Multiple processes would be fine too - whatever is easiest for this case. I'm using currently Linux but the code should run on Windows and Mac as-well.
What's the easiest way to parallelize this code?
Use the joblib Module to Parallelize the for Loop in Python The joblib module uses multiprocessing to run the multiple CPU cores to perform the parallelizing of for loop. It provides a lightweight pipeline that memorizes the pattern for easy and straightforward parallel computation.
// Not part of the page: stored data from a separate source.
// Runs last: it stops the (private) e2e database and starts it again.
import assert from "node:assert/strict";
import { describe, test } from "./harness";
import { demoUser } from "./support/fixtures";
import { assertNoStackTrace, expectVisible, signIn } from "./support/pages";

async function health(baseURL: string) {
  const res = await fetch(`${baseURL}/api/health`, { signal: AbortSignal.timeout(10_000) });
  return { status: res.status, body: (await res.json()) as { database?: string } };
}

describe("database outage", () => {
  test("health reports the database down, pages say so plainly, and both recover", async ({ page, services, baseURL, screenshot }) => {
    const ok = await health(baseURL);
    assert.equal(ok.status, 200);
    assert.equal(ok.body.database, "ok");

    const lead = demoUser("lead");
    await signIn(page, lead.email, lead.password);

    await services.database.stop();
    try {
      const down = await health(baseURL);
      assert.equal(down.status, 503, "health answers 503 while the database is stopped");
      assert.equal(down.body.database, "down");

      await page.goto("/projects");
      await expectVisible(page.getByText(/database/i), "a message that mentions the database");
      await assertNoStackTrace(page);
      await screenshot("database-down", page);
    } finally {
      await services.database.start();
    }

    const deadline = Date.now() + 30_000;
    let last = await health(baseURL);
    while (last.status !== 200 && Date.now() < deadline) {
      await new Promise((r) => setTimeout(r, 500));
      last = await health(baseURL);
    }
    assert.equal(last.status, 200, "health is ok again after the restart");
    assert.equal(last.body.database, "ok");
    await page.goto("/projects");
    await expectVisible(page.getByRole("heading", { name: /projects/i }), "the projects page again");
  });
});
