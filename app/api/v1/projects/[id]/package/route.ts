import { z } from "zod";
import { findUpload, packageBelongsToProject } from "@/db/queries/uploads";
import { guardedRoute } from "@/lib/auth/guard";
import { notFound, validationError } from "@/lib/errors";
import { fieldErrors } from "@/lib/engine/core/schema";
import { issuePackage } from "@/lib/pdf/package";
import { pdfResponse } from "@/lib/pdf/render";
import { parseInput } from "@/lib/sheets/common";
import { idField } from "@/lib/sheets/schemas";

export const runtime = "nodejs";
export const dynamic = "force-dynamic";

const issueSchema = z.object({ includeDrafts: z.boolean({ error: "Include drafts must be true or false" }).default(false) });

/**
 * POST /api/v1/projects/:id/package — issues the calculation package (project.write).
 * JSON body { includeDrafts?: boolean } → 201 with the stored file's id and SHA-256.
 * A form post from the project page (checkbox includeDrafts=on) is answered with a
 * redirect back to the project's package panel.
 */
export const POST = guardedRoute<{ id: string }>({ permission: "project.write" }, async ({ req, actor, params }) => {
  const type = req.headers.get("content-type") ?? "";
  const isForm = type.includes("application/x-www-form-urlencoded") || type.includes("multipart/form-data");
  let includeDrafts = false;
  if (isForm) {
    includeDrafts = (await req.formData()).get("includeDrafts") === "on";
  } else {
    const text = await req.text();
    let raw: unknown = {};
    try {
      raw = text.trim() ? JSON.parse(text) : {};
    } catch {
      throw validationError({ _: "The request body must be JSON" }, "The request body must be JSON");
    }
    const parsed = issueSchema.safeParse(raw);
    if (!parsed.success) throw validationError(fieldErrors(parsed.error));
    includeDrafts = parsed.data.includeDrafts;
  }
  const issued = await issuePackage(actor, params.id, { includeDrafts });
  // A relative Location (RFC 9110 §10.2.2): the browser stays on the host it used, with its session cookie.
  if (isForm) return new Response(null, { status: 303, headers: { location: `/projects/${params.id}?package=${issued.uploadId}#packages` } });
  return Response.json(issued, { status: 201 });
});

/** GET /api/v1/projects/:id/package?upload=<id> — an issued package, byte for byte as issued (project.read). */
export const GET = guardedRoute<{ id: string }>({ permission: "project.read" }, async ({ req, actor, params }) => {
  const projectId = parseInput(idField("Project"), params.id);
  const uploadId = parseInput(idField("Upload"), new URL(req.url).searchParams.get("upload") ?? "");
  if (!(await packageBelongsToProject(actor.organisationId, projectId, uploadId))) throw notFound("Package not found");
  const file = await findUpload(actor.organisationId, uploadId, "package");
  const res = pdfResponse(file.data, file.filename);
  res.headers.set("x-content-sha256", file.sha256);
  return res;
});
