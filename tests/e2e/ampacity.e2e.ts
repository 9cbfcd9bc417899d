import assert from "node:assert/strict";
import { describe, test } from "./harness";
import { DEMO_PROJECTS, demoOrganisationId, demoUser, projectIdByCode } from "./support/fixtures";
import { expectVisible, signIn } from "./support/pages";

// An admin uploads the organisation's ampacity table: a file with a bad row is refused
// with the row named, the fixed file is stored as version 1. An engineer then takes a
// feeder's current-carrying capacity from it and sees the table named in the results.
//
// Illustrative values: 35 mm² copper PVC, installation E, 110 A at 30 °C reference,
// 70 °C maximum. The demo project's design ambient is 35 °C, so
// k_θ = √((70 − 35)/(70 − 30)) = 0.935 and I_z = 110·0.935 = 102.9 A (no grouping).

const HEADER = "size (mm2),label,material,insulation,installation method,reference ambient (C),conductor max (C),amps";
const ROWS = ["25,25 mm²,copper,pvc,E,30,70,92", "35,35 mm²,copper,pvc,E,30,70,110", "50,50 mm²,copper,pvc,E,30,70,134"];

describe("organisation ampacity tables", () => {
  test(
    "admin uploads a table with a bad row and sees the errors, fixes it and gets version 1; an engineer picks it on a feeder voltage drop sheet and sees it named",
    async ({ page, newPage, unique, screenshot }) => {
      const admin = demoUser("admin");
      const name = `Feeder table ${unique}`;
      await signIn(page, admin.email, admin.password);
      await page.goto("/ampacity-tables");
      await expectVisible(page.getByRole("heading", { name: "Ampacity tables", level: 1 }), "the ampacity tables page");

      // 1. A file with one bad row is refused whole, the row and column named.
      await page.getByLabel("Table name", { exact: true }).fill(name);
      await page.getByRole("textbox", { name: "Source" }).fill("Illustrative e2e values, not a code's table");
      const bad = [HEADER, ROWS[0], "35,35 mm²,copper,pvc,E,30,70,n/a", ROWS[2]].join("\n");
      await page.setInputFiles("#file", { name: "feeder-table.csv", mimeType: "text/csv", buffer: Buffer.from(bad) });
      await page.getByRole("button", { name: "Upload table" }).click();
      const errors = page.getByTestId("upload-errors");
      await expectVisible(errors, "the list of row errors");
      assert.match(await errors.innerText(), /Line 3, column "amps": Amps "n\/a" is not a number/);
      await expectVisible(page.getByText(/a code table must be complete/), "why the whole table was refused");
      await screenshot("ampacity-upload-refused", page);

      // 2. The fixed file is stored as version 1 of the name.
      await page.setInputFiles("#file", { name: "feeder-table.csv", mimeType: "text/csv", buffer: Buffer.from([HEADER, ...ROWS].join("\n")) });
      await page.getByRole("button", { name: "Upload table" }).click();
      const stored = page.getByTestId("upload-stored");
      await expectVisible(stored, "the stored message");
      assert.match(await stored.innerText(), new RegExp(`Stored version 1 of “${name}” with 3 rows`));
      const listRow = page.getByTestId("ampacity-tables").locator("tr", { hasText: name });
      await expectVisible(listRow, "the table in the list");
      assert.match(await listRow.innerText(), /v1\s+3\s+Illustrative e2e values/);
      // Typing the same name again announces the next version.
      await page.getByLabel("Table name", { exact: true }).fill(name);
      await expectVisible(page.getByText(`Uploading adds version 2 of “${name}”; version 1 stays readable.`), "the next-version hint");
      await screenshot("ampacity-tables-list", page);

      // The version's own page lists its rows and the file's hash.
      await listRow.getByRole("link", { name }).click();
      await expectVisible(page.getByRole("heading", { name: `${name} v1` }), "the version's page");
      assert.equal(await page.getByTestId("ampacity-rows").locator("tbody tr").count(), 3);
      assert.match(await page.getByTestId("file-sha256").innerText(), /^[0-9a-f]{64}$/);

      // 3. An engineer takes I_z from the table on a feeder voltage drop sheet.
      const engineer = demoUser("engineer");
      const ep = await newPage();
      await signIn(ep, engineer.email, engineer.password);
      const projectId = await projectIdByCode(await demoOrganisationId(), DEMO_PROJECTS[0].code);
      await ep.goto(`/projects/${projectId}/sheets/new?kind=voltage-drop`);
      await ep.getByRole("radio", { name: /feeder voltage drop/i }).check();
      await ep.getByRole("textbox", { name: "Tag", exact: true }).fill(`VD-AT-${unique}`.toUpperCase().slice(0, 40));
      await ep.getByRole("textbox", { name: "Title", exact: true }).fill("Feeder to DB-3, 35 mm² Cu PVC");
      await ep.getByRole("button", { name: /create sheet/i }).click();
      await ep.waitForURL((url) => /^\/projects\/\d+\/sheets\/\d+$/.test(url.pathname), { timeout: 20_000 });
      await expectVisible(ep.locator('[data-results="voltage-drop"]'), "the voltage drop results");

      await ep.getByRole("radio", { name: /organisation's ampacity table/i }).check();
      await ep.getByLabel("Ampacity table", { exact: true }).selectOption({ label: `${name} v1` });
      const used = ep.getByTestId("result-ampacity-table");
      await expectVisible(used, "the table named in the results", 20_000);
      const text = await used.innerText();
      assert.match(text, new RegExp(`Ampacity from ${name} v1, row 35 mm² copper PVC, installation E \\(110 A at 30 °C\\), k_θ 0\\.935, k_g 1\\.00 \\(no grouping\\)`));
      assert.match(text, /I_z 102\.9 A/);
      assert.equal(await ep.getByLabel("Installation method").inputValue(), "E", "the table's installation method");
      assert.equal(await ep.getByLabel("Insulation in the table").inputValue(), "pvc");
      assert.match(await ep.getByTestId("result-table-iz").innerText(), /^102\.9 A$/);
      await screenshot("ampacity-feeder-results", ep);

      // Saved: the server's result names the table too.
      await ep.getByRole("button", { name: "Save", exact: true }).click();
      await ep.locator('[data-testid="result-source"][data-source="saved"]').waitFor({ state: "visible", timeout: 20_000 });
      await expectVisible(ep.getByTestId("result-ampacity-table").getByText(`${name} v1`), "the table named in the saved result");
    },
    { timeoutMs: 120_000 },
  );
});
There are several common ways to parallelize Python code. You can launch several application instances or a script to perform jobs in parallel. This approach is great when you don't need to exchange data between parallel jobs.
Multiprocessing in Python enables the computer to utilize multiple cores of a CPU to run tasks/processes in parallel. Multiprocessing enables the computer to utilize multiple cores of a CPU to run tasks/processes in parallel.
The general way to parallelize any operation is to take a particular function that should be run multiple times and make it run parallelly in different processors. To do this, you initialize a Pool with n number of processors and pass the function you want to parallelize to one of Pool s parallization methods.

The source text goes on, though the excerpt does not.